Study of Precatalyst Degradation Leading to the Discovery of a New Ru0 Precatalyst for Hydrogenation and Dehydrogenation
Anaby, Aviel,Schelwies, Mathias,Schwaben, Jonas,Rominger, Frank,Hashmi, A. Stephen K.,Schaub, Thomas
supporting information, p. 2193 - 2201 (2018/07/25)
The complex Ru-MACHO (1) is a widely used precatalyst for hydrogenation and dehydrogenation reactions under basic conditions. In an attempt to identify the active catalyst form, 1 was reacted with a strong base. The formation of previously unreported species was observed by NMR and mass spectrometry.

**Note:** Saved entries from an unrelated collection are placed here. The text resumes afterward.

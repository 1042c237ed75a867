import { describe, expect, it } from 'vitest';
import { addRing } from '../../server/src/engine/axisymmetric/ring';
import { addElement, type KernelAdd, type Mirror } from '../../server/src/engine/planar/bem2d';
import { arcCurve, lineCurve, splitPiece, type Piece } from '../../server/src/engine/planar/elements';
import { gridEvaluate, GRID_COARSE, GRID_FULL, type Grid2d, type GridAccuracy } from '../../server/src/engine/planar/grid2d';
import { lineChargeKernel } from '../../server/src/engine/planar/solve';

// Reference: the engine's own direct summation with adaptive quadrature, cell by cell (style.md:
// test the fast method against the clear O(N²) one), images and the r < 0 mirror applied as
// solve2d.ts does for probes.
const pieces: Piece[] = [
  { ...lineCurve(0.1, 0.3, 1, 0.3), electrode: 0, thin: true, gradeStart: false, gradeEnd: true },
  { ...arcCurve(0.6, 2, 0.5, -Math.PI / 2, Math.PI / 2), electrode: 1, thin: false, gradeStart: false, gradeEnd: false },
  { ...lineCurve(0.2, -1, 2.6, -1.2), electrode: 2, thin: true, gradeStart: true, gradeEnd: true },
  // A whole small circle: one run of arc elements turning by 2π (clusters along it must stay short).
  { ...arcCurve(2.2, 0.9, 0.25, 0, 2 * Math.PI), electrode: 3, thin: false, gradeStart: false, gradeEnd: false },
];

const references = new Map<string, Float64Array>();

function compare(kernel: KernelAdd, accuracy: GridAccuracy, options: { mirror?: Mirror; fold?: boolean; logScale?: number }, name: string) {
  const elements = pieces.flatMap((p) => splitPiece(p, 0.08));
  const tau = Float64Array.from(elements, (_, i) => 1 + 0.8 * Math.sin(0.37 * i));
  // Cells from u = −0.7 (mirrored when folded) to 3.1, v from −1.9 to 2.9: some on the elements' lines.
  const grid: Grid2d = { nu: 51, nv: 64, u0: -0.7, v0: -1.9, du: 0.075, dv: 0.075 };
  const size = grid.nu * grid.nv;
  const mask = new Uint8Array(size);
  // Leave out a block of cells (as inside a conductor) and every cell within 0.02 of an element's midpoint.
  for (let idx = 0; idx < size; idx++) {
    const i = idx % grid.nu, j = Math.floor(idx / grid.nu);
    const u = grid.u0 + (i + 0.5) * grid.du, v = grid.v0 + (j + 0.5) * grid.dv;
    const x = options.fold ? Math.abs(u) : u;
    mask[idx] = (i >= 27 && i < 34 && j >= 40 && j < 47) || elements.some((el) => Math.hypot(x - el.mx, v - el.my) < 0.02) ? 0 : 1;
  }
  const fast = new Float64Array(3 * size);
  const counts = gridEvaluate({ elements, taus: [tau], kernel, mirror: options.mirror ?? null, fold: options.fold ?? false, logScale: options.logScale }, grid, mask, [fast], accuracy);
  let reference = references.get(name);
  if (!reference) {
    reference = new Float64Array(3 * size);
    const acc = new Float64Array(3);
    for (let idx = 0; idx < size; idx++) {
      if (!mask[idx]) continue;
      const u = grid.u0 + ((idx % grid.nu) + 0.5) * grid.du, v = grid.v0 + (Math.floor(idx / grid.nu) + 0.5) * grid.dv;
      acc.fill(0);
      elements.forEach((el, j) => addElement(el, options.fold ? Math.abs(u) : u, v, kernel, options.mirror ?? null, tau[j], true, acc));
      if (options.fold && u < 0) acc[1] = -acc[1];
      reference.set(acc, 3 * idx);
    }
    references.set(name, reference);
  }
  let phiScale = 0, fieldScale = 0, phiErr = 0, fieldErr = 0, skipped = 0;
  for (let idx = 0; idx < size; idx++) {
    if (!mask[idx]) {
      if (fast[3 * idx] !== 0) skipped++;
      continue;
    }
    const acc = reference.subarray(3 * idx, 3 * idx + 3);
    phiScale = Math.max(phiScale, Math.abs(acc[0]));
    fieldScale = Math.max(fieldScale, Math.hypot(acc[1], acc[2]));
    phiErr = Math.max(phiErr, Math.abs(fast[3 * idx] - acc[0]));
    fieldErr = Math.max(fieldErr, Math.hypot(fast[3 * idx + 1] - acc[1], fast[3 * idx + 2] - acc[2]));
  }
  return { phi: phiErr / phiScale, field: fieldErr / fieldScale, skipped, counts, direct: size * elements.length * (options.mirror ? 2 : 1) };
}

describe('slice grids by target-side interpolation and expansions, against the direct sum', () => {
  const cases: [string, KernelAdd, { mirror?: Mirror; fold?: boolean; logScale?: number }][] = [
    ['ring kernel, cells at r < 0 mirrored', addRing, { fold: true }],
    ['ring kernel with a ground plane z = −1.5', addRing, { fold: true, mirror: { axis: 1, at: -1.5 } }],
    ['ln kernel by interpolation', lineChargeKernel(1.3), {}],
    ['ln kernel by complex expansions', lineChargeKernel(1.3), { logScale: 1.3 }],
    ['ln kernel by expansions with a ground plane x = −0.8', lineChargeKernel(1.3), { logScale: 1.3, mirror: { axis: 0, at: -0.8 } }],
  ];
  for (const [name, kernel, options] of cases) {
    it(`${name}: within 1e-6 (full) and 1e-4 (coarse) of the largest value, with far fewer element visits`, () => {
      const full = compare(kernel, GRID_FULL, options, name);
      expect(full.phi).toBeLessThan(1e-6);
      expect(full.field).toBeLessThan(1e-6);
      expect(full.skipped).toBe(0);
      const coarse = compare(kernel, GRID_COARSE, options, name);
      expect(coarse.phi).toBeLessThan(1e-4);
      expect(coarse.field).toBeLessThan(1e-4);
      // The point of the method: most element-cell pairs are never visited one by one.
      expect(coarse.counts.direct).toBeLessThan(0.1 * coarse.direct);
    });
  }
});

describe('several densities in one pass', () => {
  it('gives each density what a pass of its own gives (ring kernel with images, and the ln kernel)', () => {
    // The grid is linear in the densities and the pass shares each kernel evaluation between them:
    // common practice for superposition; checked here against separate passes.
    const elements = pieces.flatMap((p) => splitPiece(p, 0.1));
    const taus = [0.3, 1.1, 2.9].map((f) => Float64Array.from(elements, (_, i) => Math.cos(f * i) + (i % 5 === 0 ? 0 : 0.5)));
    const grid: Grid2d = { nu: 30, nv: 40, u0: -0.7, v0: -1.9, du: 0.13, dv: 0.12 };
    const mask = new Uint8Array(grid.nu * grid.nv).fill(1);
    for (const [kernel, extra] of [
      [addRing, { fold: true, mirror: { axis: 1, at: -1.5 } as Mirror }],
      [lineChargeKernel(1.3), { fold: false, mirror: null, logScale: 1.3 }],
    ] as const) {
      const together = taus.map(() => new Float64Array(3 * mask.length));
      gridEvaluate({ elements, taus, kernel, ...extra }, grid, mask, together, GRID_COARSE);
      taus.forEach((tau, b) => {
        const alone = new Float64Array(3 * mask.length);
        gridEvaluate({ elements, taus: [tau], kernel, ...extra }, grid, mask, [alone], GRID_COARSE);
        let scale = 0, diff = 0;
        alone.forEach((x, i) => {
          scale = Math.max(scale, Math.abs(x));
          diff = Math.max(diff, Math.abs(x - together[b][i]));
        });
        expect(diff).toBeLessThan(1e-12 * scale);
      });
    }
  });
});
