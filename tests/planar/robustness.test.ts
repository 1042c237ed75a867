import { describe, expect, it } from 'vitest';
import { EPSILON_0 } from '../../grammar/scene';
import { solveAxisymmetric } from '../../server/src/engine/axisymmetric/solve';
import { solvePlanar } from '../../server/src/engine/planar/solve';
import { axiScene, planarScene, R0, volts } from '../axisymmetric/scene';

const coarse = { mesh: { kind: 'preset' as const, preset: 'coarse' as const } };
const allFinite = (r: { electrodes: { potential: number; charge: number; capacitance: number; maxField: number }[]; energy: number }) =>
  r.electrodes.every((e) => [e.potential, e.charge, e.capacitance, e.maxField].every(Number.isFinite)) && Number.isFinite(r.energy);

describe('2d engines on scenes a user can type while editing', () => {
  // No stage throws for anything a user can type (helper brief); degenerate shapes are reported by
  // the geometry checks and simply carry no charge here.
  it.each([
    ['an empty axisymmetric scene', () => solveAxisymmetric(axiScene([]))],
    ['a disc of zero radius', () => solveAxisymmetric(axiScene([[{ kind: 'disc', center: [0, 0], radius: 0 }, volts(1)]], coarse))],
    ['a sphere of NaN radius', () => solveAxisymmetric(axiScene([[{ kind: 'sphere', center: [0, 0], radius: NaN, hollow: false }, volts(1)]], coarse))],
    ['a torus crossing the axis', () => solveAxisymmetric(axiScene([[{ kind: 'torus', center: [0, 0], major: 0.5, minor: 1, hollow: false }, volts(1)]], coarse))],
    ['a one-point profile', () => solveAxisymmetric(axiScene([[{ kind: 'revolve', points: [[1, 1]], closed: false, hollow: false }, volts(1)]], coarse))],
    ['an empty planar scene', () => solvePlanar(planarScene([]))],
    ['a strip of zero length', () => solvePlanar(planarScene([[{ kind: 'strip', from: [0, 0], to: [0, 0] }, volts(1)]], coarse))],
    ['a lone floating wire', () => solvePlanar(planarScene([[{ kind: 'circle', center: [0, 0], radius: 1, hollow: false }, { kind: 'floating' }]], coarse))],
  ])('returns finite figures for %s', (_, solve) => {
    let r: ReturnType<typeof solvePlanar> = null;
    expect(() => (r = solve())).not.toThrow();
    expect(r).not.toBeNull();
    expect(allFinite(r!)).toBe(true);
  });

  it('gives a lone wire carrying λ per metre the surface field λ/(2πε0·a)', () => {
    // Gauss's law for a line charge (textbook electrostatics). With a net charge and no ground the far
    // potential diverges; the potentials are then relative (docs/methods-2d.md), the fields are not.
    const a = 0.01, lambda = 1e-9;
    const r = solvePlanar(planarScene([[{ kind: 'circle', center: [0, 0], radius: a, hollow: false }, { kind: 'charge', value: lambda }]], coarse))!;
    expect(r.electrodes[0].charge).toBeCloseTo(lambda, 20);
    expect(Math.abs(r.electrodes[0].maxField / (lambda / (2 * Math.PI * EPSILON_0 * a)) - 1)).toBeLessThan(1e-6);
  });

  it('gives free line charges alone (no conductor, no ground) their own log potential', () => {
    // Superposition of line charges, φ = −λ/(2πε0)·ln(ρ) + const: the difference between two probes is exact.
    const lambda = 2e-9;
    const r = solvePlanar(
      planarScene([], {
        charges: [{ kind: 'point', name: 'q', at: [0, 0], density: lambda, range: R0 }],
        probes: [
          { kind: 'point', name: 'a', at: [0.01, 0], range: R0 },
          { kind: 'point', name: 'b', at: [0, 0.04], range: R0 },
        ],
      }),
    )!;
    const diff = r.probes[0].points[0].potential - r.probes[1].points[0].potential;
    expect(Math.abs(diff / ((lambda / (2 * Math.PI * EPSILON_0)) * Math.log(4)) - 1)).toBeLessThan(1e-12);
  });
});

describe('2d element limit', () => {
  it('keeps the element count within maxPanels and says the mesh was coarsened (VS405)', () => {
    // The engine's own limit (SolveOptions.maxPanels, server/src/engine/index.ts); the diagnostic code
    // is the registry's (grammar/diagnostics.ts).
    const shapes: [import('../../grammar/scene').ShapePlanar, ReturnType<typeof volts>][] = [];
    for (let i = 0; i < 30; i++) shapes.push([{ kind: 'circle', center: [i * 0.5, 0], radius: 0.01, hollow: false }, volts(i % 2)]);
    const r = solvePlanar(planarScene(shapes), { maxPanels: 400, convergence: false })!;
    expect(r.stats.panels).toBeLessThanOrEqual(400);
    expect(r.diagnostics.some((d) => d.code === 'VS405')).toBe(true);
  });
});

This observation indicated that complex 1 quickly degraded under basic conditions when no substrate was present. X-ray crystallography enabled the identification of three complexes as products of this degradation of complex 1. These complexes suggested degradation pathways which included ligand cleavage and reassembly, along with reduction of the ruthenium atom. One of the decomposition products, the Ru0 complex [Ru(N(CH2CH2PPh2)3)CO] (5), was prepared independently and studied. 5 was found to be active, entirely additive-free, in the acceptorless dehydrogenation of aliphatic alcohols to esters. The hydrogenation of esters catalyzed by 5 was also demonstrated under base-free conditions with methanol as an additive. Protic substrates were shown to add reversibly to complex 5, generating RuII-hydrido species, thus presenting a rare example of reversible oxidative addition from Ru0 to RuII and reductive elimination from RuII to Ru0.